* _Task requirements_:
The required answer is each line in the entries below where "subgrid" occurs.

#### Data provided ####

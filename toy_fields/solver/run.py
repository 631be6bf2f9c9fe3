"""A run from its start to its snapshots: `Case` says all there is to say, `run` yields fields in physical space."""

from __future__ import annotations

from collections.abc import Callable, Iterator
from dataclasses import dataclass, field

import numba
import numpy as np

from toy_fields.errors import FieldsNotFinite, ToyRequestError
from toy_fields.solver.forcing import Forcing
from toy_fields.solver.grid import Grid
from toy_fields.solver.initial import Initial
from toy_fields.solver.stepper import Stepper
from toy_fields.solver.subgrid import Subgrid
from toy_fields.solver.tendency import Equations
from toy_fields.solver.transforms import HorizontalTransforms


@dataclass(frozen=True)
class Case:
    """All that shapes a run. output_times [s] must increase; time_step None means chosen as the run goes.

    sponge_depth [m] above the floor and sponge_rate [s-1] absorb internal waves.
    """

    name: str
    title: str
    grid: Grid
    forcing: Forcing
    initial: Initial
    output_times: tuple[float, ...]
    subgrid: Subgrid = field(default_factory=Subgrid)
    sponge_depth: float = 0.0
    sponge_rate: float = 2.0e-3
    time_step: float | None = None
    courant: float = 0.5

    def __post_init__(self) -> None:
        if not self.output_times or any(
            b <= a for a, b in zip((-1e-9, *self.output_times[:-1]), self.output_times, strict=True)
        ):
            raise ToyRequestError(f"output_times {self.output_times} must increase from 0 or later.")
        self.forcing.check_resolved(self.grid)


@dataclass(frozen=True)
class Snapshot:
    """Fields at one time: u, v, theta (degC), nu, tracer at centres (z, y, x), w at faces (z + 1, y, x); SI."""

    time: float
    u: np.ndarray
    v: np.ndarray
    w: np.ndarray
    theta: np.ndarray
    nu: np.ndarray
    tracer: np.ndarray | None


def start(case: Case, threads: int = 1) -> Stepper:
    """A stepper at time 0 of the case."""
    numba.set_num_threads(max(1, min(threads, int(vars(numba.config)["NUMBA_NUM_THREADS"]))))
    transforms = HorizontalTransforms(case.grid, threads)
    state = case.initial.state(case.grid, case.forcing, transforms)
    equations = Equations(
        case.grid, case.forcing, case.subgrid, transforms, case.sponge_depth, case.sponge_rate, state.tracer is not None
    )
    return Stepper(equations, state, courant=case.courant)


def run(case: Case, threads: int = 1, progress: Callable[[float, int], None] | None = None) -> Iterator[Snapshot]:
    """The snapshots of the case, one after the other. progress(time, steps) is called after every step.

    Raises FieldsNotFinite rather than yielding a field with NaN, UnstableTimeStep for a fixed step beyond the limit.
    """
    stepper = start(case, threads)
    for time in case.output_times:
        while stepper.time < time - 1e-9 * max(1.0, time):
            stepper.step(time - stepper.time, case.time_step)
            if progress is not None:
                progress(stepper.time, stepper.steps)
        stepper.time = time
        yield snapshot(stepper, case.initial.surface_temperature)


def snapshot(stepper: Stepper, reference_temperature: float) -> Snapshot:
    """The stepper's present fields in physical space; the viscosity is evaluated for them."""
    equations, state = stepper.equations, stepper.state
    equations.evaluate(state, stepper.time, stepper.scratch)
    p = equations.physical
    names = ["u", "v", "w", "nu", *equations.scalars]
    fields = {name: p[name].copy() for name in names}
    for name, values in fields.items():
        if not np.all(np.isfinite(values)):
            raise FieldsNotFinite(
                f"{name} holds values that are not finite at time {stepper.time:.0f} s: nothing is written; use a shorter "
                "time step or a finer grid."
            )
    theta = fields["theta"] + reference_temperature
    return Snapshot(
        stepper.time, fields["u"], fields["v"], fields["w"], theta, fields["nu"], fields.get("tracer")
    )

####

* _Output_:
from toy_fields.solver.subgrid import Subgrid
    subgrid: Subgrid = field(default_factory=Subgrid)
        case.grid, case.forcing, case.subgrid, transforms, case.sponge_depth, case.sponge_rate, state.tracer is not None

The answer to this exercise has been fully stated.